▸ **What you should do**: From the first line to the last, write out the records below exactly as they appear.

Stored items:
↓↓↓

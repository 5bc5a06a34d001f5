import { useNavigate, useSearchParams } from "react-router-dom";
import { paths } from "@/config/paths";
import { usePathway } from "@/features/pathways/api/get-pathway";
import { usePathways } from "@/features/pathways/api/get-pathways";
import { PathwayComposeForm } from "@/features/pathways/components/pathway-compose-form";
import { PathwayComposer } from "@/features/pathways/components/pathway-composer";
import { PathwaySelect } from "@/features/pathways/components/pathway-select";
import { ButtonLink } from "@/components/ui/button";
import { Card, CardBody } from "@/components/ui/card";
import { PageHeader } from "@/components/ui/page-header";
import { EmptyState, ErrorState, LoadingState } from "@/components/ui/states";

const EMPTY = {
  name: "",
  description: "",
  source: "",
  vintage: "",
  startYear: 1850,
  agents: { co2: { erf: [0, 0.01, 0.02] } },
};

/** Pretty JSON with each series on one line, so a 350-year pathway stays readable and editable. */
function compactJson(value: unknown): string {
  return JSON.stringify(value, null, 2).replace(
    /\[\s*(-?[\d.e+-]+(?:,\s*-?[\d.e+-]+)*)\s*\]/g,
    (_, nums: string) => `[${nums.split(/,\s*/).join(", ")}]`,
  );
}

/** The advanced path: the whole pathway as JSON, for people who already hold the numbers. */
function JsonComposer({ fromId }: { fromId: string | undefined }) {
  const from = usePathway(fromId);
  const navigate = useNavigate();
  if (fromId && from.isPending) return <LoadingState />;
  if (fromId && from.isError) return <ErrorState error={from.error} />;
  const body =
    fromId && from.data
      ? compactJson({
          name: `${from.data.name} (variant)`,
          description: from.data.description,
          source: from.data.source,
          vintage: from.data.vintage,
          startYear: from.data.startYear,
          agents: from.data.agents,
        })
      : compactJson(EMPTY);
  return <PathwayComposeForm key={fromId ?? "new"} initialJson={body} onSaved={(p) => navigate(paths.pathway.build(p.id))} />;
}

/** The step composer: choose the pathway to start from, then add steps. */
function StepComposer({ fromId, choose }: { fromId: string | undefined; choose: (id: string) => void }) {
  // Only whether any pathway exists; the picker searches the whole list as someone types.
  const any = usePathways({ limit: 1 });
  const from = usePathway(fromId);
  const navigate = useNavigate();
  if (any.isPending) return <LoadingState label="Loading pathways…" />;
  if (any.isError) return <ErrorState error={any.error} retry={() => any.refetch()} />;
  if (any.data.total === 0)
    return <EmptyState title="No pathways to start from">Upload a pathway first, or write one as JSON (advanced).</EmptyState>;
  return (
    <div className="flex flex-col gap-6">
      <PathwaySelect
        label="Start from"
        hint="The pathway whose numbers the steps change; it stays as it is."
        value={fromId ?? ""}
        onChange={choose}
        selected={from.data}
        className="max-w-xl"
      />
      {fromId && from.isPending && <LoadingState label="Loading the pathway…" />}
      {fromId && from.isError && <ErrorState error={from.error} />}
      {from.data && <PathwayComposer key={from.data.id} base={from.data} onSaved={(p) => navigate(paths.pathway.build(p.id))} />}
    </div>
  );
}

export default function PathwayComposePage() {
  const [params, setParams] = useSearchParams();
  const fromId = params.get("from") ?? undefined;
  const json = params.get("mode") === "json";
  return (
    <>
      <PageHeader
        kicker="Pathways"
        title={json ? "Compose a pathway as JSON" : "Compose a pathway"}
        description={
          json
            ? "Advanced: the whole pathway as JSON, checked live with the schema the API uses."
            : "Start from an existing pathway and change it step by step: scale an agent, splice in years from another pathway, blend two pathways, extend past the last year. It is saved as a new pathway with its recipe."
        }
        actions={
          <ButtonLink to={json ? paths.pathwayCompose.build(fromId) : paths.pathwayCompose.build(fromId, "json")} variant="secondary">
            {json ? "Back to the step composer" : "Advanced: edit as JSON"}
          </ButtonLink>
        }
      />
      <Card>
        <CardBody>
          {json ? <JsonComposer fromId={fromId} /> : <StepComposer fromId={fromId} choose={(id) => setParams(id ? { from: id } : {})} />}
        </CardBody>
      </Card>
    </>
  );
}
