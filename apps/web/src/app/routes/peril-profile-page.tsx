import { useMe } from "@/features/auth/api/get-me";
import { PerilProfileEditorRoute } from "@/features/peril/routes/peril-profile-editor";

export default function PerilProfilePage() {
  const me = useMe();
  return <PerilProfileEditorRoute viewer={{ userId: me.data?.user.id ?? null, canWrite: me.data?.permissions.includes("perils:write") ?? false }} />;
}
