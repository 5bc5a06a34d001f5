import { createBrowserRouter, type RouteObject } from "react-router-dom";
import { paths, type RouteKey } from "@/config/paths";
import { AppShell } from "./layout/app-shell";
import { RouteErrorBoundary } from "./error-boundary";
import { LoadingState } from "@/components/ui/states";

type PageModule = Promise<{ default: React.ComponentType }>;

/** A lazily loaded page under the shell; the route's permission travels in `handle` for the shell's gate. */
function page(key: RouteKey, load: () => PageModule): RouteObject {
  const def = paths[key] as { path: string; permission?: string; purpose?: string };
  return {
    path: def.path,
    handle: { permission: def.permission, purpose: def.purpose },
    lazy: async () => ({ Component: (await load()).default }),
  };
}

export const routes: RouteObject[] = [
  {
    path: paths.signIn.path,
    lazy: async () => ({ Component: (await import("./routes/sign-in-page")).default }),
    errorElement: <RouteErrorBoundary />,
    HydrateFallback: () => <LoadingState label="Loading…" />,
  },
  {
    path: paths.forgotPassword.path,
    lazy: async () => ({ Component: (await import("./routes/forgot-password-page")).default }),
    errorElement: <RouteErrorBoundary />,
    HydrateFallback: () => <LoadingState label="Loading…" />,
  },
  {
    path: paths.resetPassword.path,
    lazy: async () => ({ Component: (await import("./routes/reset-password-page")).default }),
    errorElement: <RouteErrorBoundary />,
    HydrateFallback: () => <LoadingState label="Loading…" />,
  },
  {
    element: <AppShell />,
    errorElement: <RouteErrorBoundary />,
    HydrateFallback: () => <LoadingState label="Loading…" />,
    children: [
      {
        errorElement: <RouteErrorBoundary />,
        children: [
          page("desk", () => import("./routes/desk-page")),
          page("pathways", () => import("./routes/pathways-page")),
          page("pathwayUpload", () => import("./routes/pathway-upload-page")),
          page("pathwayCompose", () => import("./routes/pathway-compose-page")),
          page("pathway", () => import("./routes/pathway-page")),
          page("modelVersions", () => import("./routes/model-versions-page")),
          page("modelVersionNew", () => import("./routes/model-version-new-page")),
          page("modelVersion", () => import("./routes/model-version-page")),
          page("modelVersionEdit", () => import("./routes/model-version-edit-page")),
          page("modelVersionReview", () => import("./routes/model-version-review-page")),
          page("runs", () => import("./routes/runs-page")),
          page("runNew", () => import("./routes/run-new-page")),
          page("runCompare", () => import("./routes/run-compare-page")),
          page("run", () => import("./routes/run-page")),
          page("perils", () => import("./routes/peril-lens-page")),
          page("perilProfileNew", () => import("./routes/peril-profile-page")),
          page("perilProfile", () => import("./routes/peril-profile-page")),
          page("portfolioUpload", () => import("./routes/portfolio-upload-page")),
          page("portfolio", () => import("./routes/portfolio-page")),
          page("exports", () => import("./routes/exports-page")),
          page("adminUsers", () => import("./routes/admin-users-page")),
          page("adminAudit", () => import("./routes/admin-audit-page")),
          page("adminOutbox", () => import("./routes/admin-outbox-page")),
          page("adminSettings", () => import("./routes/admin-settings-page")),
          { path: "*", lazy: async () => ({ Component: (await import("./routes/not-found-page")).default }) },
        ],
      },
    ],
  },
];

export const router = createBrowserRouter(routes);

↑↑↑

▸ **Task response**:
repository 5bc5a06a34d001f5
import { useNavigate, useSearchParams } from "react-router-dom";
import { paths } from "@/config/paths";
import { usePathway } from "@/features/pathways/api/get-pathway";
import { usePathways } from "@/features/pathways/api/get-pathways";
import { PathwayComposeForm } from "@/features/pathways/components/pathway-compose-form";
import { PathwayComposer } from "@/features/pathways/components/pathway-composer";
import { PathwaySelect } from "@/features/pathways/components/pathway-select";
import { ButtonLink } from "@/components/ui/button";
import { Card, CardBody } from "@/components/ui/card";
import { PageHeader } from "@/components/ui/page-header";
import { EmptyState, ErrorState, LoadingState } from "@/components/ui/states";

const EMPTY = {
  name: "",
  description: "",
  source: "",
  vintage: "",
  startYear: 1850,
  agents: { co2: { erf: [0, 0.01, 0.02] } },
};

/** Pretty JSON with each series on one line, so a 350-year pathway stays readable and editable. */
function compactJson(value: unknown): string {
  return JSON.stringify(value, null, 2).replace(
    /\[\s*(-?[\d.e+-]+(?:,\s*-?[\d.e+-]+)*)\s*\]/g,
    (_, nums: string) => `[${nums.split(/,\s*/).join(", ")}]`,
  );
}

/** The advanced path: the whole pathway as JSON, for people who already hold the numbers. */
function JsonComposer({ fromId }: { fromId: string | undefined }) {
  const from = usePathway(fromId);
  const navigate = useNavigate();
  if (fromId && from.isPending) return <LoadingState />;
  if (fromId && from.isError) return <ErrorState error={from.error} />;
  const body =
    fromId && from.data
      ? compactJson({
          name: `${from.data.name} (variant)`,
          description: from.data.description,
          source: from.data.source,
          vintage: from.data.vintage,
          startYear: from.data.startYear,
          agents: from.data.agents,
        })
      : compactJson(EMPTY);
  return <PathwayComposeForm key={fromId ?? "new"} initialJson={body} onSaved={(p) => navigate(paths.pathway.build(p.id))} />;
}

/** The step composer: choose the pathway to start from, then add steps. */
function StepComposer({ fromId, choose }: { fromId: string | undefined; choose: (id: string) => void }) {
  // Only whether any pathway exists; the picker searches the whole list as someone types.
  const any = usePathways({ limit: 1 });
  const from = usePathway(fromId);
  const navigate = useNavigate();
  if (any.isPending) return <LoadingState label="Loading pathways…" />;
  if (any.isError) return <ErrorState error={any.error} retry={() => any.refetch()} />;
  if (any.data.total === 0)
    return <EmptyState title="No pathways to start from">Upload a pathway first, or write one as JSON (advanced).</EmptyState>;
  return (
    <div className="flex flex-col gap-6">
      <PathwaySelect
        label="Start from"
        hint="The pathway whose numbers the steps change; it stays as it is."
        value={fromId ?? ""}
        onChange={choose}
        selected={from.data}
        className="max-w-xl"
      />
      {fromId && from.isPending && <LoadingState label="Loading the pathway…" />}
      {fromId && from.isError && <ErrorState error={from.error} />}
      {from.data && <PathwayComposer key={from.data.id} base={from.data} onSaved={(p) => navigate(paths.pathway.build(p.id))} />}
    </div>
  );
}

export default function PathwayComposePage() {
  const [params, setParams] = useSearchParams();
  const fromId = params.get("from") ?? undefined;
  const json = params.get("mode") === "json";
  return (
    <>
      <PageHeader
        kicker="Pathways"
        title={json ? "Compose a pathway as JSON" : "Compose a pathway"}
        description={
          json
            ? "Advanced: the whole pathway as JSON, checked live with the schema the API uses."
            : "Start from an existing pathway and change it step by step: scale an agent, splice in years from another pathway, blend two pathways, extend past the last year. It is saved as a new pathway with its recipe."
        }
        actions={
          <ButtonLink to={json ? paths.pathwayCompose.build(fromId) : paths.pathwayCompose.build(fromId, "json")} variant="secondary">
            {json ? "Back to the step composer" : "Advanced: edit as JSON"}
          </ButtonLink>
        }
      />
      <Card>
        <CardBody>
          {json ? <JsonComposer fromId={fromId} /> : <StepComposer fromId={fromId} choose={(id) => setParams(id ? { from: id } : {})} />}
        </CardBody>
      </Card>
    </>
  );
}
filename apps/web/src/app/routes/peril-profile-page.tsx
import { useMe } from "@/features/auth/api/get-me";
import { PerilProfileEditorRoute } from "@/features/peril/routes/peril-profile-editor";

export default function PerilProfilePage() {
  const me = useMe();
  return <PerilProfileEditorRoute viewer={{ userId: me.data?.user.id ?? null, canWrite: me.data?.permissions.includes("perils:write") ?? false }} />;
}
repository 5bc5a06a34d001f5
import { createBrowserRouter, type RouteObject } from "react-router-dom";
import { paths, type RouteKey } from "@/config/paths";
import { AppShell } from "./layout/app-shell";
import { RouteErrorBoundary } from "./error-boundary";
import { LoadingState } from "@/components/ui/states";

type PageModule = Promise<{ default: React.ComponentType }>;

/** A lazily loaded page under the shell; the route's permission travels in `handle` for the shell's gate. */
function page(key: RouteKey, load: () => PageModule): RouteObject {
  const def = paths[key] as { path: string; permission?: string; purpose?: string };
  return {
    path: def.path,
    handle: { permission: def.permission, purpose: def.purpose },
    lazy: async () => ({ Component: (await load()).default }),
  };
}

export const routes: RouteObject[] = [
  {
    path: paths.signIn.path,
    lazy: async () => ({ Component: (await import("./routes/sign-in-page")).default }),
    errorElement: <RouteErrorBoundary />,
    HydrateFallback: () => <LoadingState label="Loading…" />,
  },
  {
    path: paths.forgotPassword.path,
    lazy: async () => ({ Component: (await import("./routes/forgot-password-page")).default }),
    errorElement: <RouteErrorBoundary />,
    HydrateFallback: () => <LoadingState label="Loading…" />,
  },
  {
    path: paths.resetPassword.path,
    lazy: async () => ({ Component: (await import("./routes/reset-password-page")).default }),
    errorElement: <RouteErrorBoundary />,
    HydrateFallback: () => <LoadingState label="Loading…" />,
  },
  {
    element: <AppShell />,
    errorElement: <RouteErrorBoundary />,
    HydrateFallback: () => <LoadingState label="Loading…" />,
    children: [
      {
        errorElement: <RouteErrorBoundary />,
        children: [
          page("desk", () => import("./routes/desk-page")),
          page("pathways", () => import("./routes/pathways-page")),
          page("pathwayUpload", () => import("./routes/pathway-upload-page")),
          page("pathwayCompose", () => import("./routes/pathway-compose-page")),
          page("pathway", () => import("./routes/pathway-page")),
          page("modelVersions", () => import("./routes/model-versions-page")),
          page("modelVersionNew", () => import("./routes/model-version-new-page")),
          page("modelVersion", () => import("./routes/model-version-page")),
          page("modelVersionEdit", () => import("./routes/model-version-edit-page")),
          page("modelVersionReview", () => import("./routes/model-version-review-page")),
          page("runs", () => import("./routes/runs-page")),
          page("runNew", () => import("./routes/run-new-page")),
          page("runCompare", () => import("./routes/run-compare-page")),
          page("run", () => import("./routes/run-page")),
          page("perils", () => import("./routes/peril-lens-page")),
          page("perilProfileNew", () => import("./routes/peril-profile-page")),
          page("perilProfile", () => import("./routes/peril-profile-page")),
          page("portfolioUpload", () => import("./routes/portfolio-upload-page")),
          page("portfolio", () => import("./routes/portfolio-page")),
          page("exports", () => import("./routes/exports-page")),
          page("adminUsers", () => import("./routes/admin-users-page")),
          page("adminAudit", () => import("./routes/admin-audit-page")),
          page("adminOutbox", () => import("./routes/admin-outbox-page")),
          page("adminSettings", () => import("./routes/admin-settings-page")),
          { path: "*", lazy: async () => ({ Component: (await import("./routes/not-found-page")).default }) },
        ],
      },
    ],
  },
];

export const router = createBrowserRouter(routes);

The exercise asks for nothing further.